Involutions on moduli spaces of vector bundles and GIT quotients

TL;DR

This paper provides a new geometric description of the theta map for rank 2 vector bundles on hyperelliptic curves, linking it to GIT quotients and explicit projections, revealing a birational equivalence involving Kummer varieties.

Contribution

It introduces a novel fibration of the moduli space with fibers as GIT quotients and identifies the theta map's restriction with explicit osculating projections, advancing understanding of the moduli space structure.

Findings

Describes a fibration of the moduli space with GIT quotient fibers.

Identifies the theta map restriction with explicit osculating projections.

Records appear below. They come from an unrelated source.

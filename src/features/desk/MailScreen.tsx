import { useQuery } from "@apollo/client/react";
import { View } from "react-native";

import { useSession } from "@/apollo/useSession";
import { Button } from "@/components/Button";
import { Card } from "@/components/Card";
import { Empty } from "@/components/feedback/Empty";
import { Failed } from "@/components/feedback/Failed";
import { Loading } from "@/components/feedback/Loading";
import { Block, Body, Caption } from "@/components/Text";
import { dateTime } from "@/components/when";
import { CaughtMailsDocument } from "~graphql/generated/graphql";

import { MaintainerPage } from "./Gate";

export function MailScreen() {
  const { demonstration } = useSession();
  return (
    <MaintainerPage title="Caught mail" here="/desk/mail">
      {demonstration ? (
        <Mails />
      ) : (
        <Empty
          icon="email-outline"
          title="Mails go out here"
          text="Only the demonstration catches its mails instead of sending them."
          action={<Button kind="filled" label="To the desk" href="/desk" />}
        />
      )}
    </MaintainerPage>
  );
}

const LINK = /(https?:\/\/\S+)/g;

function Mails() {
  const { data, loading, error, refetch } = useQuery(CaughtMailsDocument, {
    fetchPolicy: "network-only",
  });
  if (loading && !data) return <Loading label="Fetching mails" />;
  if (error && !data) return <Failed error={error} onRetry={() => void refetch()} />;
  const mails = data?.caughtMails ?? [];
  return (
    <View style={{ gap: 16, maxWidth: 760 }}>
      <View style={{ flexDirection: "row" }}>
        <Button kind="tonal" icon="refresh" label="Look again" onPress={() => void refetch()} />
      </View>
      {mails.length === 0 ? (
        <Empty
          icon="email-outline"
          title="No mail yet"
          text="Registering, submitting, returning and approving each send one."
        />
      ) : null}
      {mails.map((mail) => (
        <Card key={mail.id} style={{ gap: 8 }}>
          <View>
            <Block level={2}>{mail.subject}</Block>
            <Caption>{`To ${mail.to}, ${dateTime(mail.at)}`}</Caption>
          </View>
          {mail.text.split(/\n{2,}/).map((paragraph, index) => (
            <Body key={index} style={{ whiteSpace: "pre-line", overflowWrap: "anywhere" } as never}>
              {paragraph.split(LINK).map((part, at) =>
                part.startsWith("http") ? (
                  <a key={at} href={part} style={{ color: "inherit" }}>
                    {part}
                  </a>
                ) : (
                  part
                ),
              )}
            </Body>
          ))}
        </Card>
      ))}
    </View>
  );
}
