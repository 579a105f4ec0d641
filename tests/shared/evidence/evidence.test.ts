import { bytesInWords, EVIDENCE_ACCEPT } from "~shared/evidence/evidence";

it.each([
  [0, "0 bytes"],
  [1, "1 byte"],
  [999, "999 bytes"],
  [1000, "1 kB"],
  [999_499, "999 kB"],
  [999_950, "1 MB"],
  [1_449_999, "1.4 MB"],
  [10_000_000, "10 MB"],
  [199_999_990, "200 MB"],
])("%i bytes read %s", (bytes, words) => {
  expect(bytesInWords(bytes)).toBe(words);
});

it("a file picker offers the endings of every kind", () => {
  expect(EVIDENCE_ACCEPT).toBe(".pdf,.png,.jpg,.jpeg,.csv");
});
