import { useEffect, useState } from "react";
import { StyleSheet, View } from "react-native";

import { Button } from "@/components/Button";
import { Choice } from "@/components/Choice";
import { Field } from "@/components/Field";
import { Sheet } from "@/components/Sheet";
import { useLayoutClass } from "@/layout/useLayoutClass";
import { space } from "@/theme/tokens";
import { EVENT_KINDS, eventName } from "~shared/event/words";

import type { LogFilter, LogFilterName, useLogFilter } from "./useLogFilter";

type Kept = ReturnType<typeof useLogFilter>;

const REST_MS = 400;
const DAY = /^\d{4}-\d{2}-\d{2}$/;

const KINDS = EVENT_KINDS.map((value) => ({ value, label: eventName(value) })).sort((a, b) =>
  a.label.localeCompare(b.label, "en"),
);

/** Filter of the log: beside each other where there is room, behind a button on a phone. */
export function LogFilterForm({ kept }: { kept: Kept }) {
  const phone = useLayoutClass() === "compact";
  const [open, setOpen] = useState(false);
  const narrowed = Object.keys(kept.filter).length;
  if (!phone) return <Fields kept={kept} />;
  return (
    <>
      <Button
        label={narrowed > 0 ? `Filter (${narrowed} set)` : "Filter"}
        icon="tune-variant"
        onPress={() => setOpen(true)}
      />
      <Sheet
        visible={open}
        title="Filter"
        onClose={() => setOpen(false)}
        footer={<Button label="Show the events" kind="filled" onPress={() => setOpen(false)} />}
      >
        <Fields kept={kept} />
      </Sheet>
    </>
  );
}

function Fields({ kept }: { kept: Kept }) {
  const { filter, set } = kept;
  return (
    <View style={styles.fields}>
      <View style={styles.wide}>
        <Typed name="person" label="Person" hint="Part of a name or address" kept={kept} />
      </View>
      <View style={styles.wide}>
        <Typed name="about" label="About" hint="FL-0042, FL-0042.3, FLS-0003" kept={kept} />
      </View>
      <View style={styles.wide}>
        <Choice
          label="Kind"
          value={filter.kind ?? null}
          options={KINDS}
          placeholder="Every kind"
          onChange={(kind) => set({ kind: kind ?? "" })}
        />
      </View>
      <View style={styles.days}>
        <View style={styles.day}>
          <Typed name="from" label="From" hint="As 2031-02-03" kept={kept} day />
        </View>
        <View style={styles.day}>
          <Typed name="to" label="To" hint="Day included" kept={kept} day />
        </View>
      </View>
    </View>
  );
}

/** A text that goes into the address when typing rests; a day only once it is one. */
function Typed({
  name,
  label,
  hint,
  kept,
  day = false,
}: {
  name: LogFilterName;
  label: string;
  hint: string;
  kept: Kept;
  day?: boolean;
}) {
  const there = kept.filter[name] ?? "";
  const [text, setText] = useState(there);
  const [seen, setSeen] = useState(there);
  const [sent, setSent] = useState<string | null>(null);
  if (seen !== there) {
    setSeen(there);
    // What was typed after it was sent must not be undone by its own arrival in the address.
    if (there !== sent) setText(there);
  }
  const wrong = day && text.trim() !== "" && !isDay(text.trim());
  function send() {
    if (wrong || text.trim() === there) return;
    setSent(text.trim());
    const changes: LogFilter = { [name]: text };
    kept.set(changes);
  }
  useEffect(() => {
    if (wrong || text.trim() === there) return undefined;
    const timer = setTimeout(send, REST_MS);
    return () => clearTimeout(timer);
    // Only typing starts the clock; a filter set elsewhere must not send an old text.
    // eslint-disable-next-line react-hooks/exhaustive-deps
  }, [text]);
  return (
    <Field
      name={name}
      label={label}
      hint={hint}
      value={text}
      onChangeText={setText}
      onSubmit={send}
      maxLength={day ? 10 : 120}
      autoComplete="off"
      inputMode={day ? "text" : "search"}
      error={wrong && text.trim().length >= 10 ? "There is no such day" : null}
    />
  );
}

function isDay(text: string): boolean {
  if (!DAY.test(text)) return false;
  const at = new Date(`${text}T00:00:00Z`);
  return !Number.isNaN(at.getTime()) && at.toISOString().startsWith(text);
}

const styles = StyleSheet.create({
  fields: { flexDirection: "row", flexWrap: "wrap", columnGap: space.m, rowGap: space.xs },
  wide: { flexGrow: 1, flexBasis: 170 },
  days: { flexGrow: 1, flexBasis: 250, flexDirection: "row", gap: space.m },
  day: { flex: 1, minWidth: 0 },
});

Establishes a birational equivalence involving the ramification locus and Kummer varieties.

Abstract

Let $C$ be a hyperelliptic curve of genus $g \geq 3$. We give a new description of the theta map for moduli spaces of rank 2 semistable vector bundles with trivial determinant. In orther to do this, we describe a fibration of (a birational model of) the moduli space, whose fibers are GIT quotients $(\mathbb{P}^1)^{2g}//\operatorname{PGL(2)}$. Then, we use recent results of Kumar to identify the restriction of the theta map to these GIT quotients with some explicit osculating projection. As a corollary of this construction, we obtain a birational equivalence between the ramification locus of the theta map and a fibration in Kummer $(g-1)$-varieties over $\mathbb{P}^g$.